PROMPT: Filter the entries for the word "values". Copy each line in which it occurs.

Excerpts from a dataset:
+--

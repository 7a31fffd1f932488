import { and, desc, eq, gt, isNull } from 'drizzle-orm';
import type { AppDeps } from '../deps';
import type { Db } from '../db/client';
import { companies, invitations, tankMembers, tanks, users } from '../db/schema/index';
import { escapeHtml } from '../lib/html';
import { notFound } from '../lib/http-error';
import type { VerifiedIdentity } from '../lib/oidc-client';
import { hashToken, newSecretToken } from '../lib/tokens';
import { findTankFor } from '../policy/index';
import type { CreateInvitationInput, Invitation } from '@shared/schemas/invitations';
import type { Actor } from './actors';
import { recordAudit, type AuditSource } from './audit';

type InvitationRow = typeof invitations.$inferSelect;

function statusOf(row: InvitationRow, now: Date): Invitation['status'] {
  if (row.acceptedAt) return 'accepted';
  if (row.revokedAt) return 'revoked';
  return row.expiresAt <= now ? 'expired' : 'pending';
}

function present(row: InvitationRow, tank: { id: string; name: string } | null, now: Date): Invitation {
  return {
    id: row.id,
    email: row.email,
    name: row.name,
    role: row.role,
    tank,
    expiresAt: row.expiresAt.toISOString(),
    status: statusOf(row, now),
  };
}

export function invitationLink(appOrigin: string, token: string) {
  return `${appOrigin}/auth/invitation/${token}`;
}

export async function createInvitation(
  deps: AppDeps,
  actor: Actor,
  input: CreateInvitationInput,
  appOrigin: string,
  source: AuditSource,
) {
  const now = source.at;
  const tank = input.role === 'owner' ? await findTankFor(deps.db, actor, input.tankId, 'write') : null;
  const token = newSecretToken();
  const row = await deps.db.transaction(async (tx) => {
    const [inserted] = await tx
      .insert(invitations)
      .values({
        companyId: actor.companyId,
        email: input.email,
        name: input.name ?? null,
        role: input.role,
        tankId: tank?.id ?? null,
        tokenHash: hashToken(token),
        expiresAt: new Date(now.getTime() + deps.env.INVITATION_DAYS * 24 * 60 * 60 * 1000),
        invitedBy: actor.id,
      })
      .returning();
    await recordAudit(tx, {
      companyId: actor.companyId,
      actor,
      action: 'invitation.sent',
      target: { kind: 'invitation', id: inserted!.id, label: inserted!.email },
      details: { role: inserted!.role, ...(tank ? { tank: tank.name } : {}) },
      source,
    });
    return inserted;
  });
  const invitation = present(row!, tank && { id: tank.id, name: tank.name }, now);
  const emailSent = await sendInvitationMail(deps, actor, invitation, invitationLink(appOrigin, token));
  return { ...invitation, emailSent };
}

async function sendInvitationMail(deps: AppDeps, actor: Actor, invitation: Invitation, link: string) {
  const greeting = invitation.name ? `Hello ${invitation.name},` : 'Hello,';
  const what =
    invitation.role === 'owner'
      ? `follow your tank "${invitation.tank?.name}" on Brinewatch`
      : `join ${actor.companyName} on Brinewatch as ${invitation.role === 'admin' ? 'an admin' : 'a technician'}`;
  const days = deps.env.INVITATION_DAYS;
  const text = [
    greeting,
    '',
    `${actor.name} of ${actor.companyName} has invited you to ${what}.`,
    '',
    `Open this link to accept (it works once, for ${days} days):`,
    link,
    '',
    'If you did not expect this, you can ignore this e-mail.',
  ].join('\n');
  const html = `<p>${escapeHtml(greeting)}</p>
<p>${escapeHtml(actor.name)} of ${escapeHtml(actor.companyName)} has invited you to ${escapeHtml(what)}.</p>
<p><a href="${escapeHtml(link)}">Accept the invitation</a> — the link works once, for ${days} days.</p>
<p>If you did not expect this, you can ignore this e-mail.</p>`;
  try {
    await deps.mailer.send({
      to: invitation.email,
      subject: `Your Brinewatch invitation from ${actor.companyName}`,
      text,
      html,
    });
    return true;
  } catch (error) {
    deps.logger.warn({ err: error, invitationId: invitation.id }, 'invitation e-mail not sent');
    return false;
  }
}

export async function listInvitations(db: Db, actor: Actor, now: Date): Promise<Invitation[]> {
  const rows = await db
    .select({ invitation: invitations, tank: { id: tanks.id, name: tanks.name } })
    .from(invitations)
    .leftJoin(tanks, eq(tanks.id, invitations.tankId))
    .where(eq(invitations.companyId, actor.companyId))
    .orderBy(desc(invitations.createdAt));
  return rows.map((row) => present(row.invitation, row.tank, now));
}

export async function revokeInvitation(db: Db, actor: Actor, invitationId: string, source: AuditSource) {
  await db.transaction(async (tx) => {
    const [row] = await tx
      .update(invitations)
      .set({ revokedAt: source.at })
      .where(
        and(
          eq(invitations.id, invitationId),
          eq(invitations.companyId, actor.companyId),
          isNull(invitations.acceptedAt),
          isNull(invitations.revokedAt),
        ),
      )
      .returning();
    if (!row) throw notFound('open invitation');
    await recordAudit(tx, {
      companyId: actor.companyId,
      actor,
      action: 'invitation.revoked',
      target: { kind: 'invitation', id: row.id, label: row.email },
      details: { role: row.role },
      source,
    });
  });
}

/** Is this link worth sending the person to sign in for? */
export async function findOpenInvitation(db: Db, token: string, now: Date) {
  const [row] = await db
    .select({ id: invitations.id, tokenHash: invitations.tokenHash })
    .from(invitations)
    .where(
      and(
        eq(invitations.tokenHash, hashToken(token)),
        isNull(invitations.acceptedAt),
        isNull(invitations.revokedAt),
        gt(invitations.expiresAt, now),
      ),
    );
  return row ?? null;
}

type UserRow = typeof users.$inferSelect;

/**
 * Links the signed-in identity to the invitation, once: the row is locked and checked again
 * inside the transaction, so two tabs racing with one link cannot both succeed.
 */
export async function acceptPendingInvitation(
  deps: AppDeps,
  tokenHash: string,
  identity: VerifiedIdentity,
  existing: UserRow | null,
  source: AuditSource,
): Promise<UserRow | null> {
  const now = source.at;
  return deps.db.transaction(async (tx) => {
    const [invite] = await tx
      .select()
      .from(invitations)
      .where(
        and(
          eq(invitations.tokenHash, tokenHash),
          isNull(invitations.acceptedAt),
          isNull(invitations.revokedAt),
          gt(invitations.expiresAt, now),
        ),
      )
      .for('update');
    if (!invite) return null;
    if (existing && existing.companyId !== invite.companyId) return null;
    const [company] = await tx.select().from(companies).where(eq(companies.id, invite.companyId));
    if (!company) return null;

    let user: UserRow | undefined = existing ?? undefined;
    if (!user) {
      [user] = await tx
        .insert(users)
        .values({
          companyId: invite.companyId,
          issuer: identity.issuer,
          subject: identity.subject,
          email: identity.email ?? invite.email,
          name: identity.name ?? invite.name ?? invite.email,
          role: invite.role,
        })
        .returning();
    } else if (invite.role !== 'owner' && user.role === 'owner') {
      [user] = await tx.update(users).set({ role: invite.role }).where(eq(users.id, user.id)).returning();
    }
    if (invite.tankId) {
      await tx.insert(tankMembers).values({ tankId: invite.tankId, userId: user!.id }).onConflictDoNothing();
    }
    await tx
      .update(invitations)
      .set({ acceptedAt: now, acceptedBy: user!.id })
      .where(eq(invitations.id, invite.id));
    await recordAudit(tx, {
      companyId: invite.companyId,
      actor: user!,
      action: 'invitation.accepted',
      target: { kind: 'invitation', id: invite.id, label: invite.email },
      details: { role: invite.role },
      source,
    });
    return user ?? null;
  });
}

+--

RESPONSE BELOW:
      .values({
        .values({
      await tx.insert(tankMembers).values({ tankId: invite.tankId, userId: user!.id }).onConflictDoNothing();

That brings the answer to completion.